§ **TASK DETAILS**: Write out, word for word, every line in the data below from the one containing "in BLAS, as" to the one containing "its quality against", both of them included.

Records from a data source
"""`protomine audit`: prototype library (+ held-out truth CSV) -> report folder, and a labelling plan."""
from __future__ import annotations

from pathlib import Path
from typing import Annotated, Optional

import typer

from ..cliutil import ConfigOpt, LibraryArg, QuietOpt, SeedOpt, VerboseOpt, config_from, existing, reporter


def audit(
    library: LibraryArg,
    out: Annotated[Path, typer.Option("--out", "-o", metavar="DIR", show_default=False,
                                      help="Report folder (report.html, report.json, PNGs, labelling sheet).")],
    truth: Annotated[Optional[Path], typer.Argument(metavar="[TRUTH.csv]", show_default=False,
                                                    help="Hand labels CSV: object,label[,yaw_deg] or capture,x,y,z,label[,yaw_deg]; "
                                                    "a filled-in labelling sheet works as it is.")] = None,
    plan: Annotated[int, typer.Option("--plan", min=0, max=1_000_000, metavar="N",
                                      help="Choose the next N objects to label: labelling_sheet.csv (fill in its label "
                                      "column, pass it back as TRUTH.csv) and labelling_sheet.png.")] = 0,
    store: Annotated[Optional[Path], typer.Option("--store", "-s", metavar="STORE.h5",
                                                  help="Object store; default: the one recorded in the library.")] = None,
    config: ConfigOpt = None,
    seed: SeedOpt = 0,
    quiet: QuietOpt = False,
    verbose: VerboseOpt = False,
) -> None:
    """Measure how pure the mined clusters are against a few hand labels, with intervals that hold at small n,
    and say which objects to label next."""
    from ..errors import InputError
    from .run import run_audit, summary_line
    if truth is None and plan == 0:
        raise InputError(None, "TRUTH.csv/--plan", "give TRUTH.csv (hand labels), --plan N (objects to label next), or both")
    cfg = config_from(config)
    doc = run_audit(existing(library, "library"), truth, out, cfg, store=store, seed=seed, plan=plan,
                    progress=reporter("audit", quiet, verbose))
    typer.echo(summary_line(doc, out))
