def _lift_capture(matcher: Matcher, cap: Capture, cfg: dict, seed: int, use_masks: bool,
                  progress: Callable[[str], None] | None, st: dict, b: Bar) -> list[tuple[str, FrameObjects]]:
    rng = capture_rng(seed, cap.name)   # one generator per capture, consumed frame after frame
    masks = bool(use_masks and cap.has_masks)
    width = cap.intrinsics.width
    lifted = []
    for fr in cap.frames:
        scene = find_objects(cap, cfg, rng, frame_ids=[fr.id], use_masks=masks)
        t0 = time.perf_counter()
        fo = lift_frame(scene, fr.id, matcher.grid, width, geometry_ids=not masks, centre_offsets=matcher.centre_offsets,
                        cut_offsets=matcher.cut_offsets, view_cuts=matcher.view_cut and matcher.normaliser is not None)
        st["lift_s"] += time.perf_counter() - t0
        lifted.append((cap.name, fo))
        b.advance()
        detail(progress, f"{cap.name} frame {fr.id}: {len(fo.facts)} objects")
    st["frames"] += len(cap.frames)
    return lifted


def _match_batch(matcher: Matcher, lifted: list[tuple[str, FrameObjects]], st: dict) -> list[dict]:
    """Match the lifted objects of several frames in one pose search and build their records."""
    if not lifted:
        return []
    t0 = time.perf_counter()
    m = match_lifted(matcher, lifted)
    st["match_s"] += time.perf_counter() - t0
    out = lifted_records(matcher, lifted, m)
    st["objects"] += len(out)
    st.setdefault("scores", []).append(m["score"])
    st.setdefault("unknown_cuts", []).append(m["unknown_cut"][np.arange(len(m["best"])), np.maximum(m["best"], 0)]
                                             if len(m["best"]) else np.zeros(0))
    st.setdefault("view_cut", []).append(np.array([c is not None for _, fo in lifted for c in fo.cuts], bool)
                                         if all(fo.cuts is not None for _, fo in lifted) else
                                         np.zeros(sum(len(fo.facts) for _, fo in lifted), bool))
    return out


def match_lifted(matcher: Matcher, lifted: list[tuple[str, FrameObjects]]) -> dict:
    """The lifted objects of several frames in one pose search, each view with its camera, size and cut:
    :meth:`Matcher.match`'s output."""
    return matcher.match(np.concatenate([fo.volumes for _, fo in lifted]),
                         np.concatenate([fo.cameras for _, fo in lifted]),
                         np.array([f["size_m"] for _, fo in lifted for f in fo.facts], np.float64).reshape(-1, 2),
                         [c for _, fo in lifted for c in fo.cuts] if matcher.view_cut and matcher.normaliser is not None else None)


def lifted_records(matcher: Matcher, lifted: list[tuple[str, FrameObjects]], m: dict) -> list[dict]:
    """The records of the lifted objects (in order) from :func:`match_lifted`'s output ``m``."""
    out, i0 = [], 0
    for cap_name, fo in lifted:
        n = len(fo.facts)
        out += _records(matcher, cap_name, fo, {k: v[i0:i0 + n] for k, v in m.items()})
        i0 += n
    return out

--

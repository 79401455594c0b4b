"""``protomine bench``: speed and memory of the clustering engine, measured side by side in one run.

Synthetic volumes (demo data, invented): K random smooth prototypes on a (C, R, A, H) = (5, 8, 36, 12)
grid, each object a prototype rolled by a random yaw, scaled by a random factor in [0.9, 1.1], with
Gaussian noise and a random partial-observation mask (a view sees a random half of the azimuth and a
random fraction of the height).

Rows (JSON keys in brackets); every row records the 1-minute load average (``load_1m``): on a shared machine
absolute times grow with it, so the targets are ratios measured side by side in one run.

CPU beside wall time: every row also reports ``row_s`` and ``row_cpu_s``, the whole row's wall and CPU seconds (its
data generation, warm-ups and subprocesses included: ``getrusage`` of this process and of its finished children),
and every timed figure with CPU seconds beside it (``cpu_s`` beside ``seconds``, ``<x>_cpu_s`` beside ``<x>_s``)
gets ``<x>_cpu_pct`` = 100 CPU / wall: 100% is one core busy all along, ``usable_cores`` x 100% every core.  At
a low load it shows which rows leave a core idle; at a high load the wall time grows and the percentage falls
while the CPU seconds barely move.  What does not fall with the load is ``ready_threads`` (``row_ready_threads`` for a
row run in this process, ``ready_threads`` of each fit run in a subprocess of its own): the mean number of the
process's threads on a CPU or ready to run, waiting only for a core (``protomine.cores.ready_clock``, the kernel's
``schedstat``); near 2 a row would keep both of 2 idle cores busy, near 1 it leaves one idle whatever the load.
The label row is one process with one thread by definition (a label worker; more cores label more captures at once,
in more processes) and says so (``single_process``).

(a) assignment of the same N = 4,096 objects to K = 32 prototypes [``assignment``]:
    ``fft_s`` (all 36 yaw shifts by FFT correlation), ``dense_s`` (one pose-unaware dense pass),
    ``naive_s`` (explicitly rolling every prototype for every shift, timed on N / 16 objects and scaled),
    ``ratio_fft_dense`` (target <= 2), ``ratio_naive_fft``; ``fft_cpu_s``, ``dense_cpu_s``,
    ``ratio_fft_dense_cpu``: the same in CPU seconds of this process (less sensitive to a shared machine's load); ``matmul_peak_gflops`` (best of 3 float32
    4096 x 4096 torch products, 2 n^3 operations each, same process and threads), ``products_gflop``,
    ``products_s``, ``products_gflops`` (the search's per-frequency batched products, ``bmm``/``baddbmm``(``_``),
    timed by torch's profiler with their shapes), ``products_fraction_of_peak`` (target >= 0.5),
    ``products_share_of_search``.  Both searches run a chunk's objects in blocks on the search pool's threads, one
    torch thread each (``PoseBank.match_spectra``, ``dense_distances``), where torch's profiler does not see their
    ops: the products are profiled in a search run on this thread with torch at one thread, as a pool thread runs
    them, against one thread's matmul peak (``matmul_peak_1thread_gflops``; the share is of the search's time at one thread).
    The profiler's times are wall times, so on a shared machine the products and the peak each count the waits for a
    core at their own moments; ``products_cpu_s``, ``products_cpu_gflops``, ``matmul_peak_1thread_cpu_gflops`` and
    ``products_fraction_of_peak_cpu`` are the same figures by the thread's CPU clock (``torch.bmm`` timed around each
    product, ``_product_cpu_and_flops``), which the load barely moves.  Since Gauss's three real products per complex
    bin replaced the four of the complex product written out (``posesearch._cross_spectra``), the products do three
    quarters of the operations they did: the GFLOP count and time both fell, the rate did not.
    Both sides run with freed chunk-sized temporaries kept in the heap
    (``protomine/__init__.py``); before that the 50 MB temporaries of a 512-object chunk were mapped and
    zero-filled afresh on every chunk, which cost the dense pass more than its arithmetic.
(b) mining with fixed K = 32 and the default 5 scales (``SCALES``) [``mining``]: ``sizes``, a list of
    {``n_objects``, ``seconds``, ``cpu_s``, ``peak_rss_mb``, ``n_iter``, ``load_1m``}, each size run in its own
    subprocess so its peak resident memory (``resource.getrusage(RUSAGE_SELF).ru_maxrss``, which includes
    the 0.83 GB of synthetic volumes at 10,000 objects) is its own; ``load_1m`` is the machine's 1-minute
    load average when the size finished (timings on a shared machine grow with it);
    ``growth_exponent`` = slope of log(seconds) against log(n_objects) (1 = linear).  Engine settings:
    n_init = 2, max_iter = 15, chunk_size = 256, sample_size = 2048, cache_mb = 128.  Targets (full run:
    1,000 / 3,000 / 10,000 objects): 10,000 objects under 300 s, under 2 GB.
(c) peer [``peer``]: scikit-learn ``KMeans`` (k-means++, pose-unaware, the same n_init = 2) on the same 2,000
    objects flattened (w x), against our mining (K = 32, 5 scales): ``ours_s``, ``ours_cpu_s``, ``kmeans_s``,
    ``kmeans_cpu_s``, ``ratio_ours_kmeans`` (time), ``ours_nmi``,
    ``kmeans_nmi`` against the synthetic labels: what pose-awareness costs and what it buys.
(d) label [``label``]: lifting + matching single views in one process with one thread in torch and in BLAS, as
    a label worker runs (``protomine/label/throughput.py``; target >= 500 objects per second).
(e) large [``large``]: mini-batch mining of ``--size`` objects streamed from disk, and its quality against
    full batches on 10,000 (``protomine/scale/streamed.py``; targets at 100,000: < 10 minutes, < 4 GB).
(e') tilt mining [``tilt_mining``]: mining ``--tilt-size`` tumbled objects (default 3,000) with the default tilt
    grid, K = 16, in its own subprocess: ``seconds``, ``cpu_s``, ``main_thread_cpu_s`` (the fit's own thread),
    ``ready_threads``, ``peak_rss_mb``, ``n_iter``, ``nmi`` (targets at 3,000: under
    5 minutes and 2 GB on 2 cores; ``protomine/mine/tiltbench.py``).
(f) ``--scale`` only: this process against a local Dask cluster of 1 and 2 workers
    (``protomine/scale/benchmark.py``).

§ **EXERCISE OUTPUT**:
(d) label [``label``]: lifting + matching single views in one process with one thread in torch and in BLAS, as
    a label worker runs (``protomine/label/throughput.py``; target >= 500 objects per second).
(e) large [``large``]: mini-batch mining of ``--size`` objects streamed from disk, and its quality against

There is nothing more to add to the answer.